Collected data entries
************

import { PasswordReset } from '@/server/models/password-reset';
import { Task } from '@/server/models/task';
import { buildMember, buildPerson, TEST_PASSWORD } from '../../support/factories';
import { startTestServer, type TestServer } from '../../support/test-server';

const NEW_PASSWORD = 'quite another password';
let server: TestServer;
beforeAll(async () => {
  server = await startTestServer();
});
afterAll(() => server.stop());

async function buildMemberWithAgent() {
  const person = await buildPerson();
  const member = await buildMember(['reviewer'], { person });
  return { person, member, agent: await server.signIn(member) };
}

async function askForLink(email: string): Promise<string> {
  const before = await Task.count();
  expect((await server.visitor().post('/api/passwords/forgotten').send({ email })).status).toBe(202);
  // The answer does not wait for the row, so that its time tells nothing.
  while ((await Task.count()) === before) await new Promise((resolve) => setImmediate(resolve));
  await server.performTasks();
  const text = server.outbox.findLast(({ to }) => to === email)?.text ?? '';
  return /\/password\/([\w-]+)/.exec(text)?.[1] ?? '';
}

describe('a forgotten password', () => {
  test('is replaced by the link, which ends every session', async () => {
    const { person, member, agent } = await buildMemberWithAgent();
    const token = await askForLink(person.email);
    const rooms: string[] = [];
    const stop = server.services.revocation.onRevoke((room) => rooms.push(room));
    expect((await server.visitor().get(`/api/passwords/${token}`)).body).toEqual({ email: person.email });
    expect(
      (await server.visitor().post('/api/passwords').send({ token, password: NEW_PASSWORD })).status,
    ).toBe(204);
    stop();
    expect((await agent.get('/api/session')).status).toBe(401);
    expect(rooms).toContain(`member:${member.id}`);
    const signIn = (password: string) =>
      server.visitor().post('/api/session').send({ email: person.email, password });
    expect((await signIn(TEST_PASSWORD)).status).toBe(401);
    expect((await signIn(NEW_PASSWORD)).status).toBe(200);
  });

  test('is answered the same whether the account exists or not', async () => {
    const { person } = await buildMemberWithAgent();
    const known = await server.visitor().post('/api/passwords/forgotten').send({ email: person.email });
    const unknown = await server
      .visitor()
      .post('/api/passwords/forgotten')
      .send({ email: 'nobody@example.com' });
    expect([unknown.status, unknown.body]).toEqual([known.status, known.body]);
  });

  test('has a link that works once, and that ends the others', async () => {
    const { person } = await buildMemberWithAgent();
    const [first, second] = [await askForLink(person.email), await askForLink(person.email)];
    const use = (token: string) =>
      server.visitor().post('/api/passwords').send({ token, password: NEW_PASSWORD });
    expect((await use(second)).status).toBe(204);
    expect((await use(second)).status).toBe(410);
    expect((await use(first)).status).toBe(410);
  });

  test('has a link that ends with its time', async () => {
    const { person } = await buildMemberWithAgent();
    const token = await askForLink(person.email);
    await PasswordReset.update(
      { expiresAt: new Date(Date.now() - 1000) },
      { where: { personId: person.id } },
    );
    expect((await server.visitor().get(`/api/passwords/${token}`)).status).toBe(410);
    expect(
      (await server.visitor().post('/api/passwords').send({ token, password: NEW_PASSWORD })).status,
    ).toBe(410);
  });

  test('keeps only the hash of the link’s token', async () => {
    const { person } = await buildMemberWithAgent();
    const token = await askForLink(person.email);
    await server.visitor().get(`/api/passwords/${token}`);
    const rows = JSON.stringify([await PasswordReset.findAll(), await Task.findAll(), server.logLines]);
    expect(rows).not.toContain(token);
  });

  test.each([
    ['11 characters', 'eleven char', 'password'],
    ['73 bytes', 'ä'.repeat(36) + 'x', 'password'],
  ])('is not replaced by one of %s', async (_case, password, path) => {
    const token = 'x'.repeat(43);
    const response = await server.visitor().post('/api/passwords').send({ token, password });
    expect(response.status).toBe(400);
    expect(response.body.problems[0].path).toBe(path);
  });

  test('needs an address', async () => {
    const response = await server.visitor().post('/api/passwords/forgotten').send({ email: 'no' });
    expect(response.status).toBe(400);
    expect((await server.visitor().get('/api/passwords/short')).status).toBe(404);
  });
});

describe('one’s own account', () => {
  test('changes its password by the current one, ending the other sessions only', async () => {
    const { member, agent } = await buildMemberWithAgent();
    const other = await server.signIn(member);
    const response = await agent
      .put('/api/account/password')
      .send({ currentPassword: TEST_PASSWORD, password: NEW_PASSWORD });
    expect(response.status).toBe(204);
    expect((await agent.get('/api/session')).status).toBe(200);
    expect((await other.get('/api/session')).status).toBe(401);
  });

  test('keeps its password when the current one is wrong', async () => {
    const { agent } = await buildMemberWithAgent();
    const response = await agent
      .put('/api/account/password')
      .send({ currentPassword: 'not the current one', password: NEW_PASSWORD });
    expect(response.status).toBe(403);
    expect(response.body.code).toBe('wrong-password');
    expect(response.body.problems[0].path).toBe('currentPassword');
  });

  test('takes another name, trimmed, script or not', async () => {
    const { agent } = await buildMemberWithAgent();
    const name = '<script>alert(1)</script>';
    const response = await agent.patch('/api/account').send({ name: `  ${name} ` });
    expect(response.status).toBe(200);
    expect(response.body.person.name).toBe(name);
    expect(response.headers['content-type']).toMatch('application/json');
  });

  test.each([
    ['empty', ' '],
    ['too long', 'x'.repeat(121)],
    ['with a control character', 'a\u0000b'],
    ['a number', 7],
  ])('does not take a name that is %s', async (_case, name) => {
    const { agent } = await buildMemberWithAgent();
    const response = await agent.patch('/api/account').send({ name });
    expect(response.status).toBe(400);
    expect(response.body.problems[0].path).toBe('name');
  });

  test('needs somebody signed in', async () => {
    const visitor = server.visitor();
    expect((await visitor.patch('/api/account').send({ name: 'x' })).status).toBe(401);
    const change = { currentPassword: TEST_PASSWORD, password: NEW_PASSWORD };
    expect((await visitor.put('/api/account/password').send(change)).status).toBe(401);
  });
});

************

■ Work to be completed
Exactly reproduce all of the entries.

■ Answer
import { PasswordReset } from '@/server/models/password-reset';
import { Task } from '@/server/models/task';
import { buildMember, buildPerson, TEST_PASSWORD } from '../../support/factories';
import { startTestServer, type TestServer } from '../../support/test-server';

const NEW_PASSWORD = 'quite another password';
let server: TestServer;
beforeAll(async () => {
  server = await startTestServer();
});
afterAll(() => server.stop());

async function buildMemberWithAgent() {
  const person = await buildPerson();
  const member = await buildMember(['reviewer'], { person });
  return { person, member, agent: await server.signIn(member) };
}

async function askForLink(email: string): Promise<string> {
  const before = await Task.count();
  expect((await server.visitor().post('/api/passwords/forgotten').send({ email })).status).toBe(202);
  // The answer does not wait for the row, so that its time tells nothing.
  while ((await Task.count()) === before) await new Promise((resolve) => setImmediate(resolve));
  await server.performTasks();
  const text = server.outbox.findLast(({ to }) => to === email)?.text ?? '';
  return /\/password\/([\w-]+)/.exec(text)?.[1] ?? '';
}

describe('a forgotten password', () => {
  test('is replaced by the link, which ends every session', async () => {
    const { person, member, agent } = await buildMemberWithAgent();
    const token = await askForLink(person.email);
    const rooms: string[] = [];
    const stop = server.services.revocation.onRevoke((room) => rooms.push(room));
    expect((await server.visitor().get(`/api/passwords/${token}`)).body).toEqual({ email: person.email });
    expect(
      (await server.visitor().post('/api/passwords').send({ token, password: NEW_PASSWORD })).status,
    ).toBe(204);
    stop();
    expect((await agent.get('/api/session')).status).toBe(401);
    expect(rooms).toContain(`member:${member.id}`);
    const signIn = (password: string) =>
      server.visitor().post('/api/session').send({ email: person.email, password });
    expect((await signIn(TEST_PASSWORD)).status).toBe(401);
    expect((await signIn(NEW_PASSWORD)).status).toBe(200);
  });

  test('is answered the same whether the account exists or not', async () => {
    const { person } = await buildMemberWithAgent();
    const known = await server.visitor().post('/api/passwords/forgotten').send({ email: person.email });
    const unknown = await server
      .visitor()
      .post('/api/passwords/forgotten')
      .send({ email: 'nobody@example.com' });
    expect([unknown.status, unknown.body]).toEqual([known.status, known.body]);
  });

  test('has a link that works once, and that ends the others', async () => {
    const { person } = await buildMemberWithAgent();
    const [first, second] = [await askForLink(person.email), await askForLink(person.email)];
    const use = (token: string) =>
      server.visitor().post('/api/passwords').send({ token, password: NEW_PASSWORD });
    expect((await use(second)).status).toBe(204);
    expect((await use(second)).status).toBe(410);
    expect((await use(first)).status).toBe(410);
  });

  test('has a link that ends with its time', async () => {
    const { person } = await buildMemberWithAgent();
    const token = await askForLink(person.email);
    await PasswordReset.update(
      { expiresAt: new Date(Date.now() - 1000) },
      { where: { personId: person.id } },
    );
    expect((await server.visitor().get(`/api/passwords/${token}`)).status).toBe(410);
    expect(
      (await server.visitor().post('/api/passwords').send({ token, password: NEW_PASSWORD })).status,
    ).toBe(410);
  });

  test('keeps only the hash of the link’s token', async () => {
    const { person } = await buildMemberWithAgent();
    const token = await askForLink(person.email);
    await server.visitor().get(`/api/passwords/${token}`);
    const rows = JSON.stringify([await PasswordReset.findAll(), await Task.findAll(), server.logLines]);
    expect(rows).not.toContain(token);
  });

  test.each([
    ['11 characters', 'eleven char', 'password'],
    ['73 bytes', 'ä'.repeat(36) + 'x', 'password'],
  ])('is not replaced by one of %s', async (_case, password, path) => {
    const token = 'x'.repeat(43);
    const response = await server.visitor().post('/api/passwords').send({ token, password });
    expect(response.status).toBe(400);
    expect(response.body.problems[0].path).toBe(path);
  });

  test('needs an address', async () => {
    const response = await server.visitor().post('/api/passwords/forgotten').send({ email: 'no' });
    expect(response.status).toBe(400);
    expect((await server.visitor().get('/api/passwords/short')).status).toBe(404);
  });
});

describe('one’s own account', () => {
  test('changes its password by the current one, ending the other sessions only', async () => {
    const { member, agent } = await buildMemberWithAgent();
    const other = await server.signIn(member);
    const response = await agent
      .put('/api/account/password')
      .send({ currentPassword: TEST_PASSWORD, password: NEW_PASSWORD });
    expect(response.status).toBe(204);
    expect((await agent.get('/api/session')).status).toBe(200);
    expect((await other.get('/api/session')).status).toBe(401);
  });

  test('keeps its password when the current one is wrong', async () => {
    const { agent } = await buildMemberWithAgent();
    const response = await agent
      .put('/api/account/password')
      .send({ currentPassword: 'not the current one', password: NEW_PASSWORD });
    expect(response.status).toBe(403);
    expect(response.body.code).toBe('wrong-password');
    expect(response.body.problems[0].path).toBe('currentPassword');
  });

  test('takes another name, trimmed, script or not', async () => {
    const { agent } = await buildMemberWithAgent();
    const name = '<script>alert(1)</script>';
    const response = await agent.patch('/api/account').send({ name: `  ${name} ` });
    expect(response.status).toBe(200);
    expect(response.body.person.name).toBe(name);
    expect(response.headers['content-type']).toMatch('application/json');
  });

  test.each([
    ['empty', ' '],
    ['too long', 'x'.repeat(121)],
    ['with a control character', 'a\u0000b'],
    ['a number', 7],
  ])('does not take a name that is %s', async (_case, name) => {
    const { agent } = await buildMemberWithAgent();
    const response = await agent.patch('/api/account').send({ name });
    expect(response.status).toBe(400);
    expect(response.body.problems[0].path).toBe('name');
  });

  test('needs somebody signed in', async () => {
    const visitor = server.visitor();
    expect((await visitor.patch('/api/account').send({ name: 'x' })).status).toBe(401);
    const change = { currentPassword: TEST_PASSWORD, password: NEW_PASSWORD };
    expect((await visitor.put('/api/account/password').send(change)).status).toBe(401);
  });
});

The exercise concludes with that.